Wednesday, July 16, 2008

516. Scorpions / Hurricane Rock. 1990. 5/5

Another of the 40 000 greatest hits packages that seem to have been released of the Scorpions material, but at least this one is a pretty good one.

Covering most of the hits the band had between the start of their career and the mid-1980’s, this has everything that any fan could want to hear. As an album to put on at a party night to hear the best hits this band can offer, or as a starting point for someone who wants to experience one of the best bands out there, this wins on all counts.

Rating: Close to outstanding as a greatest hits package. 5/5.

515. Scorpions / Humanity: Hour 1. 2007. 5/5

It's a Saturday afternoon. I'm at home at the computer, and it's time to put on a new album. I take the disc, put it on and press play. What comes out in the first 30 seconds blows me away. Have I made a mistake? Is this really the new Scorpions album?
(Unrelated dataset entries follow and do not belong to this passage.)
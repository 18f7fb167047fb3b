package org.cardwright.report;

import java.util.ArrayList;
import java.util.Comparator;
import java.util.List;
import java.util.Locale;
import java.util.Map;
import java.util.NavigableSet;
import java.util.TreeMap;
import java.util.TreeSet;
import org.cardwright.verify.CapacitanceResidual;
import org.cardwright.verify.CapacitanceVerification;
import org.cardwright.verify.PointResidual;
import org.cardwright.verify.Verification;
import org.cardwright.model.SweepTemperatures;
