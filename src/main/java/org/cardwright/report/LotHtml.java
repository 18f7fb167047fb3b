package org.cardwright.report;

import java.util.ArrayList;
import java.util.List;
import java.util.Locale;
import java.util.Map;
import org.cardwright.lot.LotCurves;
import org.cardwright.lot.LotOutcome;
import org.cardwright.lot.LotStatistics;
import org.cardwright.lot.PartResult;
import org.cardwright.model.Param;
import org.cardwright.workflow.ToolVersion;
OK, there's Klaus Meine's vocals - it must be Scorpions!

But what the hell?!? So here's the deal - I expected much the same that the band has released in recent years, okay stuff without being exceptional. Well bugger me, instead they've come out and rocked the house down!

This is what I wrote when I first heard this album when it was released last year, and to be quite honest my opinion has only strengthened in the time that has passed since. The arrival of this album, and the astonishing return to form of this band is quite magnificent. Following a number of disappointing efforts where there were obvious attempts to change their musical formula, Humanity: Hour 1 effectively returns the band to their solid roots of melodic heavy metal, and the result is stunning.
There is a definite heavier feel to the songs than has been present for some time, as is shown during “Hour 1” and “The Game of Life”, “You’re Lovin’ Me To Death” and the excellent “321”. Each show the best of the faster side of Scorpions.
Backing these up are the amazing Scorpions ballads, as only they can do, “The Future Never Dies” and “Your Last Song”. Just terrific examples of how to do a power ballad with power, and not weakness. Then to finish it all off are the brilliant “The Cross” which features Billy Corgan from the Smashing Pumpkins, and “Humanity” which tops the album off on a great note.

Concept albums are tricky things to get right. Not only does the story have to be relevant, and the songs able to recreate the mood of the piece, they need to retain their individuality as well. No qualms here about all that, this is superbly done. The guitaring of Rudolph Schenker and the brilliant Matthias Jabs is magnificent, as is the drumming of James Kottak. Magnificent stuff.

What impresses me most about this album is that I feel more strongly about it now than I did in the first months after its release. To me, that indicates its strengths and appeal. At the time I rated it very highly, about 4 or 4.5. I truly believe it now belongs in the top echelon of Scorpions albums.

Rating: One of the best albums of this decade. 5/5.

Friday, May 23, 2008

446. Scorpions / Gold Ballads. 1984. 3/5

Mmmmm… ballads…

Why put this compilation together? To make money, why else?
Contains the big ballad hits of “Still Loving You” and “Holiday” and “Always Somewhere”, which are all great songs. But why?!!? Just buy the damn albums they were released on!!!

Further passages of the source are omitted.